I started working on this (during my stint away from Google), collaborating with Andrew Moore and Chaitanya Baru in the context of the Open Knowledge Network effort. I returned to Google November 2017 and started building Data Commons.

Schema.org

Schema.org provides schemas for structured data on the web. It is in use by over 25 million sites and used to power a range of application in search, personal assistants, email, etc.

We started this project in 2010 together with collaborators from Microsoft and Yahoo. It launched in 2011 and shortly after, we were joined by Dan Brickley, who has been co-running Schema.org with me since.

Custom Search

We started Google Custom (or Programmable) search, to explore the idea of a platform where someone could combine their knowledge about a domain to create a better search for that domain, on top of Google's infrastructure, leveraging its web crawl, etc.

RDF & RSS

While at Apple, we created MCF as an attempt to introduce structured data as a first class citizen on the Web. It introduced simple knowledge representation ideas, notably in the form of directed labelled graphs, as a general data model for structured data on the Web. Later, at Netscape, this was submitted to the W3C (MCF Using XML), which eventually evolved into the RDF family of standards, including some which I authored, like RDF Schema.

In 1999, Eckart Walther and I created the first version of RSS as a mechanism for obtaining content for Netscape's portal.
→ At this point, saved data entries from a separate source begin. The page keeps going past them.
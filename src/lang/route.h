/* Routes of int_{g,n}: every way of computing an integral has the same interface (name,
   applies, estimate, run) and one entry in the router's table (router.c). The router
   describes the integrand once (its family and, for the volume engine, its form), asks each
   route that applies for an estimate, runs the cheapest, and under --verify runs the route
   named as its check and compares. Routes never call the router. */
#ifndef PSIKAPPA_ROUTE_H
#define PSIKAPPA_ROUTE_H

#include <flint/fmpq_mpoly.h>

#include "classes/cpoly.h"
#include "interp.h"
#include "volumes/wpoly.h"

/* The class family of an integrand: which engines can integrate it at all. */
typedef enum { INTEGRAND_PSI_KAPPA, INTEGRAND_HODGE, INTEGRAND_THETA, INTEGRAND_STRATA } integrand_family;

/* The forms the volume engine computes without expanding (route_volume.c). */
typedef enum {
    VOLUME_FORM_NONE,
    VOLUME_FORM_EXP_KAPPA1,    /* f * exp(c kappa_1) */
    VOLUME_FORM_KAPPA1_POWER,  /* c * kappa_1^D */
    VOLUME_FORM_PSI_KAPPA1,    /* f * psi^a * kappa_1^k (* exp(c kappa_1)), some a_i > 0 */
    VOLUME_FORM_EXP_LINEAR     /* f * exp(c kappa_1 + sum_i b_i psi_i), c != 0 */
} volume_form_kind;

typedef struct volume_form {
    volume_form_kind kind;
    fmpq_mpoly_t f, c;                      /* factor and kappa_1 coefficient */
    fmpq_mpoly_struct b[WPOLY_MAX_POINTS];  /* psi_i coefficients (EXP_LINEAR) */
    slong psi[WPOLY_MAX_POINTS];            /* the exponents a, sorted decreasingly (PSI_KAPPA1) */
    slong psi_degree, kappa1;               /* |a| and the power of kappa_1 (PSI_KAPPA1) */
    int is_exp;                             /* PSI_KAPPA1 with exp(c kappa_1) */
} volume_form;

/* One integral as the routes see it: the question and what the router found out about it.
   The expansion into monomials is made on first request and shared by the routes. */
typedef struct integral {
    interp *I;
    const node *where;        /* errors are reported here */
    slong g, n;
    const value *integrand;   /* a number or a class expression (not owned) */
    integrand_family family;
    volume_form form;
    cpoly P;                  /* the expansion (integral_expansion) */
    int expanded;             /* 0 not yet, 1 made, -1 failed (reported) */
    int theta_why;            /* Theta-linear part: THETA_ZERO_* of the terms split off it */
} integral;

/* A route's estimate of one integral: refusal is NULL when it runs within the limits, else
   a reason (a VERIFY_WHY_* text) and msg the error a user reads if no route can run. */
typedef struct route_cost {
    double seconds;
    const char *refusal;
    char msg[320];
} route_cost;

/* What a route reports when it runs as the check of another (run with a route_check): the
   monomials it computed itself and those out of its reach, for which it took the first
   route's value; or, when it could not start at all, the reason (value NULL, no error). */
typedef struct route_check {
    double checked, unchecked;
    const char *out_of_reach;
} route_check;

typedef struct route {
    const char *name;                         /* in messages: "the pushforward reduction" */
    int (*applies)(integral *q);
    void (*estimate)(integral *q, route_cost *cost);
    /* The integral as a new value, or NULL after reporting an error at q->where. With check
       (as the second route of --verify) limits are no error: see route_check. */
    value *(*run)(integral *q, route_check *check);
    const struct route *checked_by;           /* its second route under --verify, or NULL */
} route;

/* The routes (one file each). */
extern const route route_volume_engine;   /* route_volume.c */
extern const route route_reduction;       /* route_reduction.c */
extern const route route_time_shift;      /* route_time_shift.c */
extern const route route_hodge_operator;  /* route_hodge.c */
extern const route route_hodge_mumford;   /* route_hodge.c */
extern const route route_theta;           /* route_theta.c */
extern const route route_theta_shift;     /* route_theta.c */
extern const route route_strata;          /* route_strata.c */
extern const route route_strata_reverse;  /* route_strata.c */

/* explain int_{g,n} ... for an integrand with boundary divisors: each product of divisors with
   its number of strata, its psi-kappa cofactor and its share of the value (route_strata.c).
   Returns 0 after reporting an error. */
int strata_route_explain(integral *q);

/* Recognises the forms of the volume engine in q->integrand; sets q->form (route_volume.c). */
void volume_form_match(integral *q);
void volume_form_clear(integral *q);

/* Describes int_{g,n} integrand once (router.c): its family and volume form; integral_clear
   releases what it holds (the integrand stays the caller's). */
void integral_init(integral *q, interp *I, const node *where, slong g, slong n, const value *integrand);
void integral_clear(integral *q);

/* The expansion of q's integrand into monomials (psi-kappa, with the Hodge slots for the Hodge
   family), made once; NULL after reporting why it failed. */
const cpoly *integral_expansion(integral *q);

#endif
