/* The volume engine's tables of V_{g,n} kept in the results store (volume_table_store.c), so
   that a later run reads every V_{g,n} of a table computed once without recomputing it. */
#ifndef PSIKAPPA_VOLUME_TABLE_STORE_H
#define PSIKAPPA_VOLUME_TABLE_STORE_H

#include "interp.h"

/* When the store holds a table with V_{g,n} that also holds every entry of the session's table
   (I->wpv), reads it and makes it the session's table. Returns 1 when the session's table then
   holds V_{g,n}, 0 otherwise (store off, --verify, no such table, a row that does not read back
   as a whole table). Never reports an error: a miss only means computing. */
int voltab_store_fill(interp *I, slong g, slong n);

/* Writes the session's table (just computed in `seconds`) to the store, in one row, unless the
   store already has a table of as many points and at least as many genera. Nothing is written
   under --verify or with an interrupt pending. */
void voltab_store_keep(interp *I, double seconds);

/* Writes the table t of V_{g,n}, g <= G, n <= N (entries g*(N+1)+n, 0 for the unstable ones;
   computed in `seconds`) to the store with its index entry, all in one transaction, unless the
   store already has a table of N points and at least G genera. Returns VOLTAB_WRITTEN,
   VOLTAB_HELD (as much stored already) or VOLTAB_NOT_WRITTEN (store off, --verify, too quick
   to keep, an interrupt pending, or a write that failed: reported by the store). */
enum { VOLTAB_NOT_WRITTEN, VOLTAB_WRITTEN, VOLTAB_HELD };
int voltab_store_table(interp *I, const fmpq *t, slong G, slong N, double seconds);

/* Reads a table file written by psikappa-volumes-mpi (one line "g n numerator/denominator" per
   stable (g, n), g <= G, n <= N, g then n ascending; a bare integer is also read), checks every
   value against the engine's residues modulo one prime that no run of the driver uses, and
   stores it as the table (G, N) (voltab_store_table). Prints what was stored on I->out. Returns
   0, or 1 after reporting on stderr (path:line for a line that is wrong); nothing is stored
   unless every line reads and every value agrees. (volume_import.c) */
int voltab_import_file(interp *I, const char *path);

/* Makes the (G+1) x (N+1) table t the session's volume table, releasing the one it replaces.
   Takes ownership of t. */
void voltab_adopt(interp *I, fmpq *t, slong G, slong N);

/* The text of the table t (entries g*(N+1)+n, g <= G, n <= N) as stored, and its reading:
   returns 1 and a new table (*t, *G, *N; caller clears (G+1)(N+1) entries) when text is one
   whole table in lowest terms with every unstable entry 0 and every stable one positive. For
   tests. */
char *voltab_text(const fmpq *t, slong G, slong N);
int voltab_read(const char *text, fmpq **t, slong *G, slong *N);

#endif
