/* The reference route of int_{g,n}: the class expanded into psi-kappa monomials, each reduced
   to Witten-Kontsevich correlators by the pushforward (src/engines/correlators/pushforward.c) and
   memoised for the session. Its check is the time shift (route_time_shift.c). */
#include <stdlib.h>
#include <string.h>

#include "cancel.h"
#include "correlators/pushforward.h"
#include "correlators/wk.h"
#include "diag.h"
#include "integrate.h"
#include "progress.h"
#include "route.h"
#include "route_reduction.h"
#include "util.h"
#include "verify_account.h"

typedef struct {
    interp *I;
    slong g;
    double terms;
    slong points;
    int table;     /* some monomial needs the correlator table (no closed form) */
} integrate_estimate;

/* Adds one monomial's reduction terms and points to the estimate; monomials with a closed form
   need neither, so they are not counted. */
static int integrate_estimate_term(void *data, const slong *psi, slong n, const slong *kmult, slong kmax,
                                   const fmpq_mpoly_t coeff)
{
    (void)coeff;
    integrate_estimate *e = data;
    if (kmax == 0 ? wk_closed_form_kind(e->g, psi, n) != WK_CLOSED_NONE : pf_all_closed(e->g, psi, n, kmult, kmax))
        return 0;   /* answered by closed forms, without the table */
    e->table = 1;
    e->terms += pf_estimate_terms(kmult, kmax);
    slong pts = n;
    for (slong j = 1; j <= kmax; j++)
        pts += kmult[j];
    if (pts > e->points)
        e->points = pts;
    return 0;
}

const char *reduction_cost_refusal(interp *I, const cpoly *P, char *msg, size_t len, double *seconds)
{
    integrate_estimate e = {I, P->g, 0.0, P->n, 0};
    cpoly_foreach_top(P, integrate_estimate_term, &e);
    double entries = integrate_table_estimate(P->g, P->n, e.points, e.terms);
    double secs = pf_estimate_seconds(P->g, e.terms) + wk_estimate_seconds(entries);
    *seconds = e.table ? secs : 0.0;
    if (!e.table)
        return NULL;
    if (e.terms > I->lim.max_terms) {
        snprintf(msg, len, "this integral reduces to about %.3g correlator terms, above the limit of %.3g "
                 "(raise it with --max-terms N)", e.terms, I->lim.max_terms);
        return VERIFY_WHY_REDUCTION_TERMS;
    }
    if (entries > I->lim.max_table) {
        snprintf(msg, len, "correlators of genus %ld with %ld point%s need about %.3g table entries, above the "
                 "limit of %.3g (raise it with --max-table N)", (long)P->g, (long)e.points,
                 e.points == 1 ? "" : "s", entries, I->lim.max_table);
        return VERIFY_WHY_REDUCTION_TABLE;
    }
    if (secs > I->lim.max_seconds) {
        snprintf(msg, len, "the reduction of this integral (%.3g correlator terms in genus %ld) needs about "
                 "%.3g s, above the limit of %.3g s (raise it with --max-seconds S)", e.terms, (long)P->g,
                 secs, I->lim.max_seconds);
        return VERIFY_WHY_REDUCTION_TIME;
    }
    return NULL;
}

/* Memoised integral of one monomial; psi is sorted so that symmetric
   monomials share an entry. */
int reduction_monomial(fmpq_t res, void *data, slong g, const slong *psi, slong n, const slong *kmult,
                       slong kmax)
{
    reduction_run *run = data;
    interp *I = run->I;
    progress_update(&run->bar, ++run->done);
    if (cancel_flag)
        return INTEGRATE_CANCELLED;
    slong len = 2 + n + kmax;
    slong *key = xmalloc((len + 1) * sizeof(slong));
    key[0] = g;
    key[1] = n;
    memcpy(key + 2, psi, n * sizeof(slong));
    for (slong i = 2; i < 2 + n; i++)   /* insertion sort: n is small */
        for (slong j = i; j > 2 && key[j - 1] < key[j]; j--) {
            slong t = key[j];
            key[j] = key[j - 1];
            key[j - 1] = t;
        }
    memcpy(key + 2 + n, kmult + 1, kmax * sizeof(slong));
    const fmpq *hit = keymap_get(&I->integrals, key, len);
    int rc = WK_OK;
    if (hit) {
        fmpq_set(res, hit);
    } else {
        rc = pf_integral(res, I->wk, g, key + 2, n, kmult, kmax);
        if (rc == WK_OK)
            keymap_set(&I->integrals, key, len, res);
    }
    free(key);
    return rc;
}

/* The first route for one monomial: a closed form for psi-only monomials that have one (they were
   left out of the estimate), else the memoised reduction of reduction_monomial. */
int reduction_compute_first(fmpq_t res, void *data, slong g, const slong *psi, slong n, const slong *kmult,
                            slong kmax)
{
    reduction_run *run = data;
    if (kmax == 0 && wk_closed_form(res, g, psi, n) != WK_CLOSED_NONE) {
        progress_update(&run->bar, ++run->done);
        return cancel_flag ? INTEGRATE_CANCELLED : WK_OK;
    }
    return reduction_monomial(res, data, g, psi, n, kmult, kmax);
}


static int reduction_applies(integral *q)
{
    return q->family == INTEGRAND_PSI_KAPPA;
}

static void reduction_estimate(integral *q, route_cost *cost)
{
    const cpoly *P = integral_expansion(q);
    if (!P) {
        cost->refusal = VERIFY_WHY_REDUCTION_FAILED;
        return;
    }
    cost->refusal = reduction_cost_refusal(q->I, P, cost->msg, sizeof cost->msg, &cost->seconds);
}

/* Every monomial of the expansion by the reduction. As a check, a table that reached its limit
   (the estimate was too low) makes the value out of reach, not an error. */
static value *reduction_integrate(integral *q, route_check *check)
{
    interp *I = q->I;
    const cpoly *P = integral_expansion(q);
    if (!P)
        return NULL;
    value *r = value_new_num(&I->ring);
    reduction_run run;
    run.I = I;
    run.done = 0;
    char what[64];
    snprintf(what, sizeof what, "int_{%ld,%ld}: monomials", (long)q->g, (long)q->n);
    progress_start(&run.bar, what, (double)P->len);
    int rc = cpoly_integrate(r->num, P, reduction_compute_first, &run);
    progress_end(&run.bar);
    if (rc == WK_OK)
        return r;
    value_release(r);
    if (rc == WK_LIMIT && check && !cancel_flag)
        check->out_of_reach = VERIFY_WHY_REDUCTION_LIMIT;
    else
        integrate_report_engine(q->where, rc);
    return NULL;
}

const route route_reduction = {
    "the pushforward reduction", reduction_applies, reduction_estimate, reduction_integrate, &route_time_shift,
};
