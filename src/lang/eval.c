/* Expression evaluation. Every function returns a new reference, or NULL
   after reporting an error at the node responsible. */
#include <math.h>
#include <stdlib.h>
#include <string.h>

#include "cancel.h"
#include "diag.h"
#include "hodge_lang.h"
#include "interp.h"
#include "oldsyntax.h"
#include "theta_lang.h"
#include "real_ops.h"
#include "series_ops.h"
#include "util.h"
#include "value_str.h"
#include "integrate.h"
#include "specialise.h"
#include "eval.h"
#include "builtins.h"
#include "failure.h"
#include "eval_arith.h"

value *eval_fail(const node *n, const char *msg)
{
    diag_error(&n->loc, "%s", msg);
    return NULL;
}

static value *eval_number(interp *I, const node *n)
{
    value *v = value_new_num(&I->ring);
    fmpq_t q;
    fmpq_init(q);
    const char *dot = strchr(n->text, '.');
    if (!dot) {
        fmpz_set_str(fmpq_numref(q), n->text, 10);
    } else {
        char *digits = xasprintf("%.*s%s", (int)(dot - n->text), n->text, dot + 1);
        fmpz_set_str(fmpq_numref(q), digits, 10);
        fmpz_set_ui(fmpq_denref(q), 10);
        fmpz_pow_ui(fmpq_denref(q), fmpq_denref(q), strlen(dot + 1));
        fmpq_canonicalise(q);
        free(digits);
    }
    fmpq_mpoly_set_fmpq(v->num, q, I->ring.ctx);
    fmpq_clear(q);
    return v;
}

/* Explains why q is not an acceptable integer >= lo; NULL when it is. */
static char *eval_slong_problem(const fmpq_t q, const char *what, slong lo)
{
    if (!fmpz_is_one(fmpq_denref(q))) {
        char *t = fmpq_get_str(NULL, 10, q);
        char *msg = xasprintf("%s must be an integer, got %s", what, t);
        flint_free(t);
        return msg;
    }
    /* a bound of -2^40 or less is no bound: the size check below names the limit */
    if (lo > -(WORD(1) << 40) && fmpz_cmp_si(fmpq_numref(q), lo) < 0) {
        char *t = fmpz_get_str(NULL, 10, fmpq_numref(q));
        char *msg = xasprintf("%s must be an integer >= %ld, got %s", what, (long)lo, t);
        flint_free(t);
        return msg;
    }
    fmpz_t cap;
    fmpz_init_set_ui(cap, UWORD(1) << 40);
    int over = fmpz_cmpabs(fmpq_numref(q), cap) > 0;
    fmpz_clear(cap);
    if (over) {
        int neg = fmpz_sgn(fmpq_numref(q)) < 0;
        return xasprintf("%s is too %s (about %s10^%ld; nothing %s %s2^40 = %s1099511627776 is accepted here)",
                         what, neg ? "small" : "large", neg ? "-" : "", (long)fmpz_sizeinbase(fmpq_numref(q), 10) - 1,
                         neg ? "below" : "above", neg ? "-" : "", neg ? "-" : "");
    }
    return NULL;
}

/* Why the number v (with pi or formal variables in it) is not an integer,
   showing v when it is short. The caller frees the message. */
static char *eval_not_rational(interp *I, const value *v, const char *what)
{
    char *t = value_get_str(v, &I->ring);
    char *msg = strlen(t) <= 40 ? xasprintf("%s must be an integer, got %s", what, t)
                                : xasprintf("%s must be an integer, got an expression in pi or formal variables",
                                            what);
    free(t);
    return msg;
}

int eval_slong(interp *I, scope *s, const node *n, const char *what, slong lo, slong *out)
{
    value *v = eval_expr(I, s, n);
    if (!v)
        return 0;
    fmpq_t q;
    fmpq_init(q);
    char *msg = NULL;
    if (v->kind == V_NUM && !scalar_get_fmpq(q, v->num, &I->ring))
        msg = eval_not_rational(I, v, what);
    else if (v->kind != V_NUM)
        msg = xasprintf("%s must be an integer, got a %s", what, value_kind_name(v));
    else
        msg = eval_slong_problem(q, what, lo);
    int ok = msg == NULL;
    if (ok)
        *out = fmpz_get_si(fmpq_numref(q));
    else
        diag_error(&n->loc, "%s", msg);
    free(msg);
    fmpq_clear(q);
    value_release(v);
    return ok;
}

static value *eval_class_gen(interp *I, scope *s, const node *n)
{
    slong i;
    int is_psi = n->kind == N_PSI;
    if (!eval_slong(I, s, n->a, is_psi ? "psi index" : "kappa index", is_psi ? 1 : 0, &i))
        return NULL;
    cx *c = is_psi ? cx_psi(i, I->ring.ctx, n) : cx_kappa(i, I->ring.ctx, n);
    return value_new_class(c, &I->ring);
}

int eval_truth(interp *I, scope *s, const node *n, int *truth)
{
    value *c = eval_expr(I, s, n);
    if (!c)
        return 0;
    int ok = c->kind == V_NUM;
    if (ok)
        *truth = !fmpq_mpoly_is_zero(c->num, I->ring.ctx);
    else
        eval_fail(n, "a condition must be a number (0 is false)");
    value_release(c);
    return ok;
}

static value *eval_if(interp *I, scope *s, const node *n)
{
    int truth;
    if (!eval_truth(I, s, n->a, &truth))
        return NULL;
    return eval_expr(I, s, truth ? n->b : n->c);
}

/* and / or evaluate their right operand only when it decides the result. */
static value *eval_logic(interp *I, scope *s, const node *n)
{
    int a, b = 0;
    if (!eval_truth(I, s, n->a, &a))
        return NULL;
    if (n->op == '~')
        return value_new_si(&I->ring, !a);
    if ((n->op == '&' && a) || (n->op == '|' && !a)) {
        if (!eval_truth(I, s, n->b, &b))
            return NULL;
        return value_new_si(&I->ring, b);
    }
    return value_new_si(&I->ring, a);
}

/* Collects the multi-index of a correlator; returns its length or -1. */
static slong eval_insertions(interp *I, scope *s, const node *n, slong **d)
{
    slong len = 0, cap = 8;
    *d = xmalloc(cap * sizeof(slong));
    for (int i = 0; i < n->list->len; i++) {
        const node *ins = n->list->items[i];
        slong k, times = 1;
        if (!eval_slong(I, s, ins->a, "tau index", 0, &k))
            return -1;
        if (ins->b && !eval_slong(I, s, ins->b, "repetition count", 0, &times))
            return -1;
        if (len + times > I->lim.max_dim + 3) {
            diag_error(&ins->loc, "too many insertions (limit %ld)", (long)I->lim.max_dim + 3);
            return -1;
        }
        while (len + times > cap)
            cap *= 2;
        *d = xrealloc(*d, cap * sizeof(slong));
        for (slong t = 0; t < times; t++)
            (*d)[len++] = k;
    }
    return len;
}

static value *eval_correlator(interp *I, scope *s, const node *n)
{
    slong g, *d = NULL;
    value *r = NULL;
    slong len = eval_insertions(I, s, n, &d);
    if (len >= 0 && eval_slong(I, s, n->a, "genus", 0, &g))
        r = n->text ? theta_correlator_value(I, n, g, d, len) : integrate_correlator(I, n, g, d, len);
    free(d);
    return r;
}

static value *eval_integral(interp *I, scope *s, const node *n)
{
    slong g, npts;
    if (!eval_slong(I, s, n->a, "genus", 0, &g) || !eval_slong(I, s, n->b, "number of points", 0, &npts))
        return NULL;
    value *c = eval_expr(I, s, n->c);
    if (!c)
        return NULL;
    value *r = c->kind == V_STR || c->kind == V_LIST || c->kind == V_SERIES
                   ? eval_fail(n->c, "int_{g,n} integrates a class expression or a number")
                                : integrate_value(I, n, g, npts, c);
    value_release(c);
    return r;
}

/* Memory of one item of a list, measured for small integers (the value, its
   polynomial and the allocator's overhead): a lower bound for any item. */
#define EVAL_LIST_ITEM_BYTES 320.0

static value *eval_list(interp *I, scope *s, const node *n)
{
    value *v = value_new_list(n->list->len, &I->ring);
    for (slong i = 0; i < v->len; i++)
        if (!(v->items[i] = eval_expr(I, s, n->list->items[i]))) {
            value_release(v);
            return NULL;
        }
    return v;
}

/* Sets the items of the list v to the values of body for i = lo..hi;
   returns v, or NULL (v released) after an error. */
static value *eval_seq_fill(interp *I, scope *s, const node *n, slong lo, slong hi, value *v)
{
    for (slong i = lo; i <= hi; i++) {
        if (failure_cancelled(n)) {
            value_release(v);
            return NULL;
        }
        scope *body = scope_new(s);
        scope_bind_value(body, n->text, value_new_si(&I->ring, i));
        v->items[i - lo] = eval_expr(I, body, n->c);
        scope_free(body);
        if (!v->items[i - lo]) {
            value_release(v);
            return NULL;
        }
    }
    return v;
}

/* Refuses a list of len items before it is built; the lists that a seq
   being built around it will hold count too (seq_{i=1..N} seq_{j=1..M} E
   holds N M values). */
static int eval_seq_size_ok(interp *I, const node *n, slong len)
{
    double total = I->list_outer * (double)len;
    if (total <= I->lim.max_table)
        return 1;
    diag_error(&n->loc, "%s would hold %.3g values (at least %.2g GB of memory), above the limit of %.3g "
               "(raise it with --max-table N)", I->list_outer > 1 ? "this list and the lists around it" : "this list",
               total, total * EVAL_LIST_ITEM_BYTES / 1e9, I->lim.max_table);
    return 0;
}

/* seq_{i=a..b} body: the list of the values of body. */
static value *eval_seq(interp *I, scope *s, const node *n, slong lo, slong hi)
{
    slong len = hi >= lo ? hi - lo + 1 : 0;
    if (!eval_seq_size_ok(I, n, len))
        return NULL;
    double outer = I->list_outer;
    value *v = value_new_list(len, &I->ring);
    I->list_outer = outer * (double)(len > 0 ? len : 1);
    v = eval_seq_fill(I, s, n, lo, hi, v);
    I->list_outer = outer;
    return v;
}

/* sum_{i=a..b} body and prod_{i=a..b} body, each term in a fresh scope. */
static value *eval_sum(interp *I, scope *s, const node *n)
{
    slong lo, hi;
    if (!eval_slong(I, s, n->a, "range start", WORD_MIN / 2, &lo)
        || !eval_slong(I, s, n->b, "range end", WORD_MIN / 2, &hi))
        return NULL;
    if (n->op == 'L')
        return eval_seq(I, s, n, lo, hi);
    node op = *n;
    op.kind = N_BINOP;
    op.a = op.b = NULL;
    value *acc = value_new_si(&I->ring, n->op == '*');
    for (slong i = lo; acc && i <= hi; i++) {
        if (failure_cancelled(n)) {
            value_release(acc);
            return NULL;
        }
        scope *body = scope_new(s);
        scope_bind_value(body, n->text, value_new_si(&I->ring, i));
        value *t = eval_expr(I, body, n->c);
        scope_free(body);
        value *next = NULL;
        if (t && (t->kind == V_STR || t->kind == V_LIST))
            eval_fail(n->c, "sum and prod need numbers, classes or series");
        else if (t && (acc->kind == V_REAL || t->kind == V_REAL))
            next = real_arith(I, &op, op.op, acc, t);
        else if (t && (acc->kind == V_SERIES || t->kind == V_SERIES))
            next = series_arith(I, &op, op.op, acc, t);
        else if (t)
            next = acc->kind == V_NUM && t->kind == V_NUM ? eval_arith_num(I, &op, acc, t)
                                                          : eval_arith_class(I, &op, acc, t);
        value_release(t);
        value_release(acc);
        acc = next;
    }
    return acc;
}

static value *eval_user_call(interp *I, scope *s, const node *n, const node *def)
{
    if (n->list->len != def->list->len) {
        char *msg = xasprintf("'%s' takes %d argument%s, got %d", n->text, def->list->len,
                              def->list->len == 1 ? "" : "s", n->list->len);
        eval_fail(n, msg);
        free(msg);
        return NULL;
    }
    if (failure_cancelled(n))
        return NULL;
    if (I->depth >= I->lim.max_depth) {
        char *msg = xasprintf("calls nested more than %d deep (endless recursion? raise with --max-depth)",
                              I->lim.max_depth);
        eval_fail(n, msg);
        free(msg);
        return NULL;
    }
    scope *frame = scope_new(I->globals);
    for (int i = 0; i < n->list->len; i++) {
        value *arg = eval_expr(I, s, n->list->items[i]);
        if (!arg) {
            scope_free(frame);
            return NULL;
        }
        scope_bind_value(frame, def->list->items[i]->text, arg);
    }
    I->depth++;
    value *r = eval_expr(I, frame, def->a);
    I->depth--;
    scope_free(frame);
    return r;
}

static value *eval_call(interp *I, scope *s, const node *n)
{
    binding *b = scope_lookup(s, n->text);
    if (b && b->kind == B_FUNCTION)
        return eval_user_call(I, s, n, b->def);
    value *r;
    if (!b && builtin_call(I, s, n, &r))
        return r;
    const char *renamed = b ? NULL : oldsyntax_renamed_function(n->text);
    if (renamed)
        return eval_fail(n, renamed);
    char *msg = b ? xasprintf("'%s' is not a function", n->text)
                  : xasprintf("undefined function '%s'", n->text);
    eval_fail(n, msg);
    free(msg);
    return NULL;
}

/* Cancels pi * (1/pi) in a number made by a builtin, an integral or a sum
   (their products of coefficients do not know about 1/pi); v may be NULL. */
static value *eval_tidy(interp *I, value *v)
{
    if (v && v->kind == V_NUM)
        scalar_normalise(v->num, &I->ring);
    return v;
}

value *eval_expr(interp *I, scope *s, const node *n)
{
    if (util_stack_exhausted())
        return eval_fail(n, "evaluation nested too deeply for the stack (a very long chain of operators, "
                            "or deep recursion: try --max-depth lower, or split the expression)");
    switch (n->kind) {
    case N_NUMBER:
        return eval_number(I, n);
    case N_STRING:
        return value_new_str(xstrdup(n->text), &I->ring);
    case N_PI: {
        value *v = value_new_num(&I->ring);
        scalar_set_gen(v->num, &I->ring, SCALAR_PI);
        return v;
    }
    case N_NAME:
        if (theta_is_class_name(n->text) && !scope_lookup(s, n->text))
            return theta_class_value(I, n);
        return eval_name(I, s, n);
    case N_INDEXED:
        return eval_indexed(I, s, n);
    case N_SUBSCRIPT:
        return eval_subscript(I, s, n);
    case N_CALL:
        return eval_tidy(I, eval_call(I, s, n));
    case N_PSI:
    case N_KAPPA:
        return eval_class_gen(I, s, n);
    case N_CORR:
        return eval_correlator(I, s, n);
    case N_NEG:
        return eval_neg(I, s, n);
    case N_BINOP:
        return eval_binop(I, s, n);
    case N_COMPARE:
        return eval_compare(I, s, n);
    case N_FACTORIAL:
        return eval_factorial(I, s, n);
    case N_INTEGRAL:
        return eval_tidy(I, eval_integral(I, s, n));
    case N_IF:
        return eval_if(I, s, n);
    case N_LOGIC:
        return eval_logic(I, s, n);
    case N_SUM:
        return eval_tidy(I, eval_sum(I, s, n));
    case N_SPEC:
        return specialise_value(I, s, n);
    case N_LIST:
        return eval_list(I, s, n);
    default:
        return eval_fail(n, "not an expression");
    }
}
It seems to have survived beyond Netscape.

Cyc

I spent my twenties on the Cyc project at MCC. It was an attempt to create a system capable of basic common sense reasoning using the kind of architecture advocated by symbolic logic (McCarthy, Feigenbaum and others). I left the project at the end of 1994 and Doug Lenat carried on with it in Cycorp.

Many ideas from that project flowed into the Semantic Web, the use of Knowledge Graphs in search, etc.